One of the largest cross-border businesses on the island of Ireland has called for “common sense to prevail” in last-ditch efforts to reach a Brexit deal.
O’Neill’s, based in County Tyrone, produces Gaelic football kits. Each team’s colours can cross the border up to eight times during the manufacturing process.
The yarn arrives in Dublin Port, crosses the border for weaving and repeatedly for dyeing, for cutting, for stitching, for packaging and for distribution.
The managing director says politicians need to explain to his staff why the company is preparing to relocate its Northern Ireland factory if there’s a no-deal Brexit.
Kieran Kennedy said: “Look at the 700 staff here in Strabane, they come from all traditions, see how it would affect their livelihood.”
“Do they want to be associated with losing jobs for the sake of the union or whatever? We just want to trade how we have always traded, so let common sense prevail,” he added.
At the Empire Music Hall in Belfast, where comedians make their debut, a Sky News panel of experts concluded that a no-deal Brexit would be no joke.
Victor Chestnutt, deputy president of the Ulster Farmers’ Union, said: “If food flows into the UK tariff-free and we face a tariff going out, we are on a hiding to nothing. Our farmers will disappear.”
“The solution is some leadership in politics,” added Tina McKenzie, who chairs the Federation of Small Businesses NI.
“We put forward actual solutions… the enhanced economic zone, where trade can flow through Northern Ireland into GB from Europe and from GB into Europe via Northern Ireland.”
Unionists rejected Theresa May’s backstop position of Northern Ireland remaining in the EU’s customs union and single market, if necessary.
The EU rejected Boris Johnson’s alternative – Northern Ireland leaving the customs union but accepting single market regulations.
Hopes had all but faded until the prime minister met his Irish counterpart Leo Varadkar and announced that they could see a pathway to an agreement.
Aodhan Connolly, director of the Northern Ireland Retail Consortium, said: “Any alternative arrangements need to do what the backstop does. What we need…is to have unfettered access to both the Great British market and the EU market.”
Some point to the use of technology at the Norway-Sweden border but 1,300 commercial vehicles cross that each day, compared to 13,000 at the Northern Irish border.
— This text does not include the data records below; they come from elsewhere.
function effectiveFromChanges(before: Policy, after: Policy): PolicyChange[] {
  if (before.effectiveFrom === after.effectiveFrom) return [];
  const date = (d: string | undefined): string => d ?? 'not stated (in effect once loaded)';
  const kind: PolicyChange['kind'] = before.effectiveFrom === undefined ? 'added' : after.effectiveFrom === undefined ? 'removed' : 'changed';
  return [
    {
      heading: 'When it applies',
      path: 'effectiveFrom',
      kind,
      old: before.effectiveFrom,
      new: after.effectiveFrom,
      text: `effective from: ${date(before.effectiveFrom)} → ${date(after.effectiveFrom)}`,
    },
  ];
}

const UNIT_RANGES = [
  ['standard', 'standard range'],
  ['hypercapnicRisk', 'at-risk range'],
] as const;

function unitRanges(unit: UnitTargets): string {
  const own = UNIT_RANGES.flatMap(([key, label]) => {
    const r = unit.targets[key];
    return r === undefined ? [] : [`${label} ${range(r)}`];
  });
  return own.length === 0 ? 'no range of its own' : own.join(', ');
}

function unitMatchers(unit: UnitTargets): string[] {
  return [
    ...unit.match.names.map((n) => `name "${n}"`),
    ...unit.match.patterns.map((p) => `pattern "${p}"`),
    ...unit.match.locations.map((l) => `location ${l}`),
  ];
}

function unitChanges(before: Policy, after: Policy): PolicyChange[] {
  const heading = 'Unit overrides' as const;
  const out: PolicyChange[] = [];
  const at = (name: string): string => `units[name=${name}]`;
  for (const old of before.units) {
    const now = after.units.find((u) => u.name === old.name);
    if (now === undefined) {
      out.push({
        heading,
        path: at(old.name),
        kind: 'removed',
        old,
        text: `unit removed: ${old.name} (was ${unitRanges(old)}; matched by ${unitMatchers(old).join(', ')}): its patients get the policy's own ranges`,
      });
      continue;
    }
    for (const [key, label] of UNIT_RANGES) {
      const a = old.targets[key];
      const b = now.targets[key];
      if (sameValue(a, b)) continue;
      const words = (r: SaturationRange | undefined, policy: Policy): string =>
        r === undefined ? `the policy's own (${range(policy.targets[key])})` : range(r);
      out.push({
        heading,
        path: `${at(old.name)}.targets.${key}`,
        kind: a === undefined ? 'added' : b === undefined ? 'removed' : 'changed',
        old: a,
        new: b,
        text: `${old.name} ${label}: ${words(a, before)} → ${words(b, after)}${a !== undefined && b !== undefined ? rangeMove(a, b) : ''}`,
      });
    }
    const was = unitMatchers(old);
    const is = unitMatchers(now);
    const added = is.filter((m) => !was.includes(m));
    const removed = was.filter((m) => !is.includes(m));
    if (added.length > 0 || removed.length > 0) {
      const parts = [
        ...(added.length === 0 ? [] : [`now also matched by ${added.join(', ')}`]),
        ...(removed.length === 0 ? [] : [`no longer matched by ${removed.join(', ')}`]),
      ];
      out.push({ heading, path: `${at(old.name)}.match`, kind: 'changed', old: old.match, new: now.match, text: `${old.name}: ${parts.join('; ')}` });
    }
    if (old.basisKey !== now.basisKey) {
      const cites = (key: string | undefined, policy: Policy): string => (key === undefined ? "'local-policy' (the default)" : referenceLabel(policy, key));
      out.push({
        heading,
        path: `${at(old.name)}.basisKey`,
        kind: 'changed',
        old: old.basisKey,
        new: now.basisKey,
        text: `${old.name} cards cite: ${cites(old.basisKey, before)} → ${cites(now.basisKey, after)}`,
      });
    }
  }
  for (const now of after.units) {
    if (before.units.some((u) => u.name === now.name)) continue;
    out.push({
      heading,
      path: at(now.name),
      kind: 'added',
      new: now,
      text: `unit added: ${now.name}: ${unitRanges(now)}; matched by ${unitMatchers(now).join(', ')}`,
    });
  }
  // The first unit that matches wins, so the order of units kept in both files is advice too.
  const kept = (from: Policy, other: Policy): string[] => from.units.map((u) => u.name).filter((n) => other.units.some((u) => u.name === n));
  const oldOrder = kept(before, after);
  const newOrder = kept(after, before);
  if (!sameValue(oldOrder, newOrder)) {
    out.push({
      heading,
      path: 'units',
      kind: 'changed',
      old: oldOrder,
      new: newOrder,
      text: `order the units are tried in (the first that matches wins): ${oldOrder.join(', ')} → ${newOrder.join(', ')}`,
    });
  }
  return out;
}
Janice Gault, chief executive of the Northern Ireland Hotels Federation, asked: “Are you going to chip every cow? Are you going to chip every human? If a visitor arrives from North America, I don’t necessarily want to have to chip and pin them when they arrive.”
The subtle nature of the border enables people to identify as British or Irish or both – a key component of the Good Friday Agreement.
It is the political implication of almost any practical solution offered that keeps the border front and centre of what many regard as the endgame.